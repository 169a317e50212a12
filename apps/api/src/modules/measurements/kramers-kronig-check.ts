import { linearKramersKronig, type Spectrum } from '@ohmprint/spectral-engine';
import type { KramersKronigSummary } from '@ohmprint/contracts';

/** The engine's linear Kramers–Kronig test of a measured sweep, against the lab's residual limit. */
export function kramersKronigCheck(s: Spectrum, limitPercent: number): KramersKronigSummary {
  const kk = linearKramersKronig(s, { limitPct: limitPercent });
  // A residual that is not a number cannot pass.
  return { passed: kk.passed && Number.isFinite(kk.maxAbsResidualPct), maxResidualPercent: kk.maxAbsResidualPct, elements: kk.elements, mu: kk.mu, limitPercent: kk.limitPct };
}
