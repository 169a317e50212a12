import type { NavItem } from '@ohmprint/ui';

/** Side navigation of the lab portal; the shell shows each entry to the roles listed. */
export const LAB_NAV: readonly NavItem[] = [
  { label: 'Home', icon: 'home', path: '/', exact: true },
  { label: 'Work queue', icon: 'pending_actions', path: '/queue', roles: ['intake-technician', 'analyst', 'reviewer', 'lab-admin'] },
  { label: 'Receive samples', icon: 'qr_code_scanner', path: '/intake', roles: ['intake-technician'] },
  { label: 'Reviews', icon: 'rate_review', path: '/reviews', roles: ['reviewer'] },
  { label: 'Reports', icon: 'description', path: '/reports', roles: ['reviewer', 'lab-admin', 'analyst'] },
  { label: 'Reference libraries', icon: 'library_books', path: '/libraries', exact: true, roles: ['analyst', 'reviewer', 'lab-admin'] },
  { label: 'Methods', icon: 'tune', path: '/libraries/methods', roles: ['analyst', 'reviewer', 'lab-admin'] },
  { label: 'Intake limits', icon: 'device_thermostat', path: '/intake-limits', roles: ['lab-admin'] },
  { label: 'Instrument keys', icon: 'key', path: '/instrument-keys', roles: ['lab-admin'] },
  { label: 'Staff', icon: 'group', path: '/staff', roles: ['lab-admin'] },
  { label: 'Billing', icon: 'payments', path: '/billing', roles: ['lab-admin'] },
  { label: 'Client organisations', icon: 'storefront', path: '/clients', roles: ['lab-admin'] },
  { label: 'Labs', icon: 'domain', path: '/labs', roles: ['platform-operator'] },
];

▶ EXERCISE DETAILS:
One exact transcript of the whole listing is the expected answer.

▶ ANSWER BOX:
repository 169a317e50212a12
filename apps/api/src/modules/measurements/kramers-kronig-check.ts
import { linearKramersKronig, type Spectrum } from '@ohmprint/spectral-engine';
import type { KramersKronigSummary } from '@ohmprint/contracts';

/** The engine's linear Kramers–Kronig test of a measured sweep, against the lab's residual limit. */
export function kramersKronigCheck(s: Spectrum, limitPercent: number): KramersKronigSummary {
  const kk = linearKramersKronig(s, { limitPct: limitPercent });
  // A residual that is not a number cannot pass.
  return { passed: kk.passed && Number.isFinite(kk.maxAbsResidualPct), maxResidualPercent: kk.maxAbsResidualPct, elements: kk.elements, mu: kk.mu, limitPercent: kk.limitPct };
}
repository 169a317e50212a12
import type { NavItem } from '@ohmprint/ui';

/** Side navigation of the lab portal; the shell shows each entry to the roles listed. */
export const LAB_NAV: readonly NavItem[] = [
  { label: 'Home', icon: 'home', path: '/', exact: true },
  { label: 'Work queue', icon: 'pending_actions', path: '/queue', roles: ['intake-technician', 'analyst', 'reviewer', 'lab-admin'] },
  { label: 'Receive samples', icon: 'qr_code_scanner', path: '/intake', roles: ['intake-technician'] },
  { label: 'Reviews', icon: 'rate_review', path: '/reviews', roles: ['reviewer'] },
  { label: 'Reports', icon: 'description', path: '/reports', roles: ['reviewer', 'lab-admin', 'analyst'] },
  { label: 'Reference libraries', icon: 'library_books', path: '/libraries', exact: true, roles: ['analyst', 'reviewer', 'lab-admin'] },
  { label: 'Methods', icon: 'tune', path: '/libraries/methods', roles: ['analyst', 'reviewer', 'lab-admin'] },
  { label: 'Intake limits', icon: 'device_thermostat', path: '/intake-limits', roles: ['lab-admin'] },
  { label: 'Instrument keys', icon: 'key', path: '/instrument-keys', roles: ['lab-admin'] },
  { label: 'Staff', icon: 'group', path: '/staff', roles: ['lab-admin'] },
  { label: 'Billing', icon: 'payments', path: '/billing', roles: ['lab-admin'] },
  { label: 'Client organisations', icon: 'storefront', path: '/clients', roles: ['lab-admin'] },
  { label: 'Labs', icon: 'domain', path: '/labs', roles: ['platform-operator'] },
];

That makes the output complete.